Data Preparation: What Are Your Options?
  Tomer Shiran
Founder & CEO


Thursday, April 6, 2017
08:30 AM - 09:15 AM

Level: Intermediate

Business analysts and data scientists often spend 80-90% of their time getting and preparing data rather than analyzing data or creating machine learning models. Fortunately, there have been significant investments in technologies that can streamline data access and preparation. In this talk we explore a variety of open source and commercial tools that appeal to a broad range of users, ranging from business users to data scientists and software developers. First, we discuss a number of open source projects that enable data scientists and developers to prepare data, including Apache Spark, Pandas (Python) and dplyr (R). We explain how to connect these tools to different data sources and how to transform the data. We also explain how users can efficiently construct and maintain complex data preparation pipelines with these tools. Second, we discuss a number of commercial tools that enable non-technical users, including business users and analysts, to prepare data prior to analysis. Throughout this talk, we utilize real-world datasets such as NYC Taxi (TLC) Trip data and NOAA weather data and demonstrate how this data can be prepared using programmatic and visual data preparation methods to support BI and machine learning use cases. At the end of the talk, the attendees will be familiar with numerous methods and tools for data preparation and understand the pros and cons of each method. In addition, the complete examples (step-by-step walkthroughs and code) demonstrated in the talk will be available for the audience to try on their own.
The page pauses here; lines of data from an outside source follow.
def test_weekdays_on_a_monthly_history_are_refused(write_history, write_scenario, history_frame, out):
    monthly = history_frame[pd.to_datetime(history_frame["date"]).dt.day == 1]  # the 1st of each month
    write_history(monthly)
    scenario = write_scenario(season={"weekdays": ["mon", "tue", "wed", "thu", "fri"]})
    assert_refused(gonogo("run", scenario, "--out", out), out,
                   "scenario.toml [season] weekdays: ", "history.csv has a row every month",
                   "leave weekdays out of [season]")


def test_rare_class_is_counted_in_the_season_only(write_history, write_scenario, history_frame, out):
    # 4 events in June-August only: the whole history has plenty, the season too few
    frame = history_frame.copy()
    summer = pd.to_datetime(frame["date"]).dt.month.isin([6, 7, 8]).to_numpy()
    frame.loc[summer, "outcome"] = 0
    frame.loc[np.flatnonzero(summer)[[0, 50, 100, 200]], "outcome"] = 1
    write_history(frame)
    scenario = write_scenario(season={"months": [6, 7, 8]})
    assert_refused(gonogo("run", scenario, "--out", out), out, '4 "event" occasions, fewer than 5')


def test_class_count_is_checked_in_each_period(write_history, write_scenario, history_frame, out):
    # the validation period (December 2022) has only 3 events
    frame = history_frame.copy()
    december = frame["date"].ge("2022-12-01").to_numpy()
    frame.loc[december, "outcome"] = 0
    frame.loc[np.flatnonzero(december)[:3], "outcome"] = 1
    write_history(frame)
    scenario = write_scenario(history={"validation_from": "2022-12-01"})
    assert_refused(gonogo("run", scenario, "--out", out), out, "the validation period has 3")


@pytest.mark.parametrize("when", ["2031-01-01", "2019-06-01"])
def test_validation_date_outside_the_history_is_refused(when, write_history, write_scenario,
                                                        history_frame, out):
    write_history(history_frame)
    scenario = write_scenario(history={"validation_from": when})
    assert_refused(gonogo("run", scenario, "--out", out), out, "scenario.toml [history] validation_from",
                   f"{when} is outside the evaluated history (2020-01-01 to 2022-12-31)",
                   "pick a date inside it")


def test_check_command_names_the_historys_calendar(write_history, history_frame):
    workdays = history_frame[pd.to_datetime(history_frame["date"]).dt.day_of_week < 5]
    result = gonogo("check", write_history(workdays))
    assert result.exit_code == 0, result.output
    assert "daily on mon, tue, wed, thu, fri" in result.stdout


def test_check_command_refuses_bad_input_the_same_way(write_history, text_frame, tmp_path):
    text_frame.loc[12, "probability"] = "17"
    path = write_history(text_frame)
    result = gonogo("check", path)
    assert_refused(result, tmp_path / "out", 'row 14, column "probability"', "17 is outside [0, 1]")


# ------------------------------------------------------------------------------------------------
# the scenario file


def test_unknown_key_names_closest_valid_key(write_history, write_scenario, history_frame, out):
    write_history(history_frame)
    costs = {"hit": 300, "false_alarms": 1800, "miss": 2500}  # STYLE.md section 4's example
    scenario = write_scenario(costs=costs)
    assert_refused(gonogo("run", scenario, "--out", out), out,
                   'scenario.toml [costs]: unknown key "false_alarms"; did you mean "false_alarm"?')


def test_unknown_top_level_key_names_closest_valid_key(write_history, write_scenario, history_frame, out):
    write_history(history_frame)
    scenario = write_scenario(top={"curency": "GBP"})
    assert_refused(gonogo("run", scenario, "--out", out), out,
                   'top level: unknown key "curency"; did you mean "currency"?')


def test_unknown_section_names_closest_valid_section(write_history, write_scenario, history_frame, out):
    write_history(history_frame)
    scenario = write_scenario(seasons={"months": [4, 5]})
    assert_refused(gonogo("run", scenario, "--out", out), out, 'unknown key "seasons"',
                   'did you mean "season"?')


@pytest.mark.parametrize("grid, fragment", [
    ([0.5, 0.2, 0.1], "from and to must satisfy 0 <= from < to <= 1"),
    ([0.0, 1.5, 0.1], "from and to must satisfy 0 <= from < to <= 1"),
    ([0.0, 1.0, 0.0], "the step must be positive"),
    ([0.0, 1.0, 0.3], "the step 0.3 does not divide 0.0 to 1.0 into whole steps"),
    ([0.0, 1.0], "[decision] cutoffs"),
])
def test_bad_cutoff_grid_is_refused(grid, fragment, write_history, write_scenario, history_frame, out):
    write_history(history_frame)
    scenario = write_scenario(decision={"cutoffs": grid})
    assert_refused(gonogo("run", scenario, "--out", out), out, "scenario.toml [decision] cutoffs",
                   fragment)
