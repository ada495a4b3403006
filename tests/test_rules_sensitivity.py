"""Which of the operating rules' prices matters: the sensitivity under ``[operations]``.

References, none of them a value of this project's own:

- How the crews work under the rules never depends on a price, and every season cost component is
  a day count times a price (common practice, no single source; the rules are stated in
  ``simulator/rules/operating_rules.py``). So the seasons a run played, priced again at one moved
  price, must give exactly what a full run with that price moved gives on the same seed: the same
  cutoff, the same mean saving and share of seasons saved (the same floats, as the same day counts
  are priced by the same function). The same holds for the verdict's held-out seasons.
- Switching values (the value of an input at which the preferred option changes) are common practice
  in decision analysis and health-economic evaluation (Briggs, Claxton and Sculpher 2006, Decision
  Modelling for Health Economic Evaluation, chapter 4; from memory, check). Their defining property
  is checked with full runs (``tests/switching.py``): a price just past its switching value changes
  the verdict or takes the cutoff out of today's near-optimal band, and just short of it does not.
- The PERT mean (low + 4 likely + high) / 6 of a range (Malcolm, Roseboom, Clark and Fazar 1959,
  "Application of a technique for research and development program evaluation", Operations
  Research 7, 646-669).

The histories are invented: the rules demo (Ferrowby Stripe Works at Gannetholm,
``scenarios/line_marking_rules.toml``) and the golden test history.
"""

from __future__ import annotations

import json

import numpy as np
import pytest

from simulator.analysis.rules_sensitivity import TIED, price_ends, rules_verdict_at
from simulator.analysis.sensitivity import REACH, VARY
from simulator.analysis.verdict import judge, played_season_pricer, season_costs
from simulator.inputs.history import read_history
from simulator.inputs.scenario import read_scenario
from simulator.rules.operating_rules import PRICE_KEYS, RulePrices
from simulator.run import run_history
from switching import check_band_switches, check_verdict_switches

REPLICATES = 300  # one seeded block: enough for the checks, fast


def _with_price(scenario, name: str, value: float):
    """The scenario with one of the rules' prices changed, as a user would write it."""
    return scenario.model_copy(update={"operations": scenario.operations.model_copy(update={name: value})})


def _case(path: str, objective: str = "mean", ranged: bool = False, **operations):
    """A scenario, its history and a run. The rules demo gives its day rate as a range; unless
    ``ranged``, every range is fixed at its PERT mean (the value the schema holds in its place), so
    a full run at a moved price is the exact reference for the sensitivity's ends."""
    scenario = read_scenario(path)
    if not ranged:
        scenario = scenario.model_copy(update={"ranges": {}})
    scenario = scenario.model_copy(update={"decision": scenario.decision.model_copy(update={"objective": objective})})
    if operations:
        scenario = scenario.model_copy(update={"operations": scenario.operations.model_copy(update=operations)})
    history = read_history(scenario)
    return scenario, history, run_history(scenario, history, replicates=REPLICATES)


@pytest.fixture(scope="module")
def rules_demo():
    return _case("scenarios/line_marking_rules.toml")


@pytest.fixture(scope="module")
def golden():
    return _case("tests/golden/single_site/rules.toml")


@pytest.fixture(scope="module")
def golden_p95():
    # chosen by the 95th percentile of the season cost (issue 14 item 1), not by the mean
    return _case("tests/golden/single_site/rules.toml", objective="p95")


@pytest.fixture(scope="module")
def plain_rules():
    # the rules demo without a standby rate, a deadline or a backlog of work: the day rate is paid
    # on standby days, and neither damages nor unfinished work can arise
    return _case("scenarios/line_marking_rules.toml", standby_rate=None, deadline=None, damages_per_day_late=0.0,
                 work=None, unfinished_cost=0.0, overtime_weekdays=())


# ---- which prices, and their ends -----------------------------------------------------------------

def test_every_price_that_plays_a_part_is_moved_by_a_quarter_and_searched_from_zero(rules_demo):
    scenario, _, result = rules_demo
    s = result.sensitivity
    assert s.moved == "operations" and s.note is None and s.remark is None
    assert sorted(c.key for c in s.costs) == sorted(f"operations.{key}" for key in PRICE_KEYS)
    for c in s.costs:
        base = getattr(scenario.operations, c.key.removeprefix("operations."))
        assert (c.base, c.varied, c.search) == (base, "25%", (0.0, REACH * base))
        assert (c.low.value, c.high.value) == pytest.approx((base * (1 - VARY), base * (1 + VARY)))
    widths = [c.width for c in s.costs]
    assert widths == sorted(widths, reverse=True)


def test_a_price_that_plays_no_part_is_left_out_and_the_day_rate_moves_the_standby_rate_paid(plain_rules):
    s = plain_rules[2].sensitivity
    assert sorted(c.key for c in s.costs) == ["operations.day_rate", "operations.spoilage_cost"]
    assert s.remark == (TIED + " Left out, as they play no part in this run: damages_per_day_late (no deadline); "
                        "unfinished_cost (no work to finish).")


def test_a_price_given_as_a_range_is_moved_to_its_ends_around_its_mean(rules_demo):
    # read by key, "operations.<price>" (Scenario.cost_ranges()); the PERT mean of Malcolm et al. (1959)
    class Range:
        low, likely, high = 600.0, 800.0, 1200.0
        mean = (low + 4 * likely + high) / 6

    moved, _ = price_ends(rules_demo[0].operations, rules_demo[2].operations.rules, {"operations.day_rate": Range()})
    day = next(m for m in moved if m.key == "operations.day_rate")
    assert (day.base, day.low, day.high, day.varied) == (Range.mean, 600.0, 1200.0, "range")
    assert day.search == (0.0, REACH * Range.mean)


def test_the_demos_day_rate_range_is_moved_to_its_ends_and_held_at_its_mean(tmp_path):
    """The rules demo as shipped: day_rate = {low = 720, likely = 790, high = 920}, PERT mean
    (720 + 4 x 790 + 920) / 6 = 800 (Malcolm et al. 1959); the other prices by a quarter."""
    scenario, _, result = _case("scenarios/line_marking_rules.toml", ranged=True)
    day = next(c for c in result.sensitivity.costs if c.key == "operations.day_rate")
    assert (day.base, day.low.value, day.high.value, day.varied) == (pytest.approx(800.0), 720.0, 920.0, "range")
    assert {c.varied for c in result.sensitivity.costs if c.key != "operations.day_rate"} == {"25%"}


# ---- the ends: repricing equals a full run ---------------------------------------------------------

@pytest.mark.parametrize("case", ["rules_demo", "plain_rules", "golden_p95"])
def test_each_end_priced_again_equals_a_full_run_with_that_price_moved(case, request):
    scenario, history, result = request.getfixturevalue(case)
    for entry in result.sensitivity.costs:
        name = entry.key.removeprefix("operations.")
        for end in (entry.low, entry.high):
            full = run_history(_with_price(scenario, name, end.value), history, replicates=REPLICATES)
            assert full.mean_block_days == result.mean_block_days  # the rules' prices leave the replay as drawn
            assert end.cutoff == full.decision.recommended_cutoff, (entry.key, end.value)
            assert end.mean_saving == full.decision.savings.mean  # exact: the same day counts, the same pricing
            assert end.prob_saving == full.decision.prob_saving


# ---- the verdict: played once, priced again ---------------------------------------------------------

@pytest.mark.parametrize("case", ["rules_demo", "golden"])
def test_the_verdict_at_todays_prices_is_the_runs_own(case, request):
    scenario, history, result = request.getfixturevalue(case)
    priced = played_season_pricer(history, result.calendar, scenario.cutoffs, scenario)
    own = season_costs(history, result.calendar, scenario.cutoffs, scenario)
    today = priced(RulePrices.of(scenario.operations))
    assert np.array_equal(today.model, own.model) and np.array_equal(today.rules, own.rules)
    assert judge(today, result.calendar.n_occasions, result.verdict.best_rule) == result.verdict
    verdict_at = rules_verdict_at(history, result.calendar, scenario.cutoffs, scenario, result.verdict.best_rule)
    assert verdict_at(RulePrices.of(scenario.operations)) == result.verdict.use_forecast


def test_past_seasons_priced_again_equal_past_seasons_played_at_those_prices(golden):
    scenario, history, result = golden
    priced = played_season_pricer(history, result.calendar, scenario.cutoffs, scenario)
    moved = _with_price(_with_price(scenario, "spoilage_cost", 1300.0), "damages_per_day_late", 150.0)
    played = season_costs(history, result.calendar, scenario.cutoffs, moved)
    again = priced(RulePrices.of(moved.operations))
    assert np.array_equal(again.model, played.model) and np.array_equal(again.rules, played.rules)


# ---- switching values (tests/switching.py: Briggs, Claxton and Sculpher 2006) ------------------------

@pytest.mark.parametrize("case", ["rules_demo", "golden"])
def test_a_price_just_past_its_switching_value_changes_the_verdict_and_just_short_does_not(case, request):
    scenario, history, result = request.getfixturevalue(case)
    check_verdict_switches(result, lambda key, v: run_history(
        _with_price(scenario, key.removeprefix("operations."), v), history, replicates=20).verdict)


@pytest.mark.parametrize("case", ["rules_demo", "golden", "golden_p95"])
def test_a_price_just_past_its_switching_value_leaves_the_near_optimal_band_and_just_short_does_not(case, request):
    scenario, history, result = request.getfixturevalue(case)
    check_band_switches(result, lambda key, v: run_history(
        _with_price(scenario, key.removeprefix("operations."), v), history,
        replicates=REPLICATES).decision.recommended_cutoff)


# ---- the files ----------------------------------------------------------------------------------

def test_summary_csv_report_and_account_name_the_prices_as_the_scenario_writes_them(plain_rules):
    from simulator.account.outputs import render_files

    result = plain_rules[2]
    files = render_files(result)
    block = json.loads(files["summary.json"])["sensitivity"]
    assert [c["key"] for c in block["costs"]] == [c.key for c in result.sensitivity.costs]
    assert block["remark"] == result.sensitivity.remark and "priced again" in block["basis"]
    csv = files["sensitivity.csv"].decode().splitlines()
    assert csv[0].startswith("cost_key,value_unit,")
    assert any(line.startswith("operations.day_rate,EUR per crew per working day,") for line in csv)
    finding = next(f for f in json.loads(files["summary.json"])["account"] if f["key"] == "sensitivity")
    assert finding["sentence"].startswith("Of the 2 prices of the operating rules, the ")
    report = files["report.html"].decode()
    assert "Which price of the rules matters" in report and "Day rate" in report and TIED in report
    assert "figures/tornado.png" in files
Tomer Shiran is the CEO and co-founder of Dremio. Prior to Dremio, he was VP of Product at MapR, where he was responsible for product strategy, roadmap and new feature development. As a member of the executive team, Tomer helped grow the company from five employees to over 300 employees and 700 enterprise customers. Prior to MapR, Tomer held numerous product management and engineering positions at Microsoft and IBM Research. He holds an MS in Electrical and Computer Engineering from Carnegie Mellon University and a BS in Computer Science from Technion - Israel Institute of Technology, as well as five U.S. patents.